About this exercise – Where the data below has the string "levels", return the whole line.

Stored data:
"""A frontier (:class:`synth.frontier.FrontierResult`) as the terminal account.

One table, structures by Ms levels, each cell the best value of the
objective (``-`` where the structure has no feasible design); then the best
design at the file's own limits, what relaxing each binding requirement by
10 % buys, in plain words, and the caution.  Labels and units come from the
catalogue; every number from the result.
"""

from __future__ import annotations

from synth.outputs.cautions import CAUTION
from synth.outputs.text import Row, TextReport, TextTable, number

__all__ = ["frontier_text", "limit_text", "relaxation_sentence"]


def limit_text(limit, unit: str) -> str:
    """A limit as words: ``3 s``, ``1.54``, ``[0.55, 1.82]``."""
    if isinstance(limit, (tuple, list)):
        text = f"[{number(limit[0])}, {number(limit[1])}]"
    else:
        text = number(limit)
    return f"{text} {unit}" if unit else text


def relaxation_sentence(r, what: str, unit: str) -> str:
    """One relaxation in plain words.

    ``relaxing max_settling_time from 3 s to 3.3 s improves the load-step IAE
    from 2.68 to 2.1 (22 %)``; "buys nothing measurable" when the relaxed
    search found no better design (within 0.5 %).
    """
    from synth.problem.catalogue import requirement

    entry = requirement(r.requirement)
    head = (f"relaxing {r.requirement} from {limit_text(r.limit_from, entry.unit)} to "
            f"{limit_text(r.limit_to, entry.unit)}")
    u = f" {unit}" if unit else ""
    gain = r.improvement
    if gain is None or gain < 0.005:
        found = ("no feasible design" if r.searched is None
                 else f"its best {number(r.searched)}{u}")
        return (f"{head} buys nothing measurable: the {what} stays at "
                f"{number(r.objective_from)}{u} (the relaxed search found {found})")
    return (f"{head} improves the {what} from {number(r.objective_from)}{u} to "
            f"{number(r.objective_to)}{u} ({100 * gain:.0f} % better)")


def _cell(point) -> str:
    return "unbounded" if point.unbounded else number(point.value)


def frontier_text(result) -> TextReport:
    """The terminal account of a frontier (see the module docstring)."""
    from synth.problem.catalogue import METRICS
    from synth.problem.objectives import objective

    problem = result.problem
    m = result.measure
    unit = METRICS[m.metric].unit
    u = f" ({unit})" if unit else ""
    before = [f"frontier of {problem.source}" if problem.source else "frontier",
              f"  objective: {problem.search.objective} ({objective(problem).label})",
              f"  each cell: the best {m.what}{u} under the Ms limit of its column, lower is "
              "better; - = no feasible design, unbounded = feasible but the objective is "
              "unbounded (no integral action for a load IAE)",
              f"  search effort {result.effort:g} per run, seed {problem.search.seed}"]
    if problem.requirements.limit("noise_gain") is None and m.objective != "robustness":
        before.append("  no max_noise_gain in the file: the objective's default noise "
                      "preference may weigh the values")
    own = result.own_level
    header = ("structure", *(f"Ms<={v:g}" + ("*" if own is not None and v == own else "")
                             for v in result.levels), "file's limits")
    rows = []
    for name, pts in result.structures.items():
        cells = [name, *(_cell(p) for p in (*pts, result.own[name]))]
        rows.append(Row(tuple(cells)))
    after = []
    if own is not None:
        after.append(f"* the file's own limit (max_peak_sensitivity = {own:g})")
    else:
        after.append("the file sets no max_peak_sensitivity: the last column has no Ms limit")
    if result.best is None:
        after.append(f"no structure has a feasible design with a finite {m.what} at the "
                     "file's own limits: nothing to relax")
    else:
        b = result.best
        after.append(f"best at the file's limits: {b.design.get('description', b.structure)} "
                     f"({m.what} {number(b.value)}{' ' + unit if unit else ''})")
        if result.best_note:
            after.append(f"  ({result.best_note})")
        if result.relaxations:
            after.append("what relaxing each binding requirement by 10 % buys "
                         f"({b.structure} searched again):")
            after.extend("  " + relaxation_sentence(r, m.what, unit) for r in result.relaxations)
        else:
            after.append("no requirement is binding at this design (each leaves more than "
                         "5 % room): relaxing one buys nothing")
        if result.slack:
            after.append("not binding: " + ", ".join(
                f"{k} ({'unbounded' if r == float('inf') else f'{100 * r:.0f} %'} room)"
                for k, r in result.slack))
    after.append(CAUTION)
    return TextReport(before=tuple(before),
                      table=TextTable(header=header, rows=tuple(rows),
                                      empty="no structures"),
                      after=tuple(after))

Task output –
One table, structures by Ms levels, each cell the best value of the
                             for v in result.levels), "file's limits")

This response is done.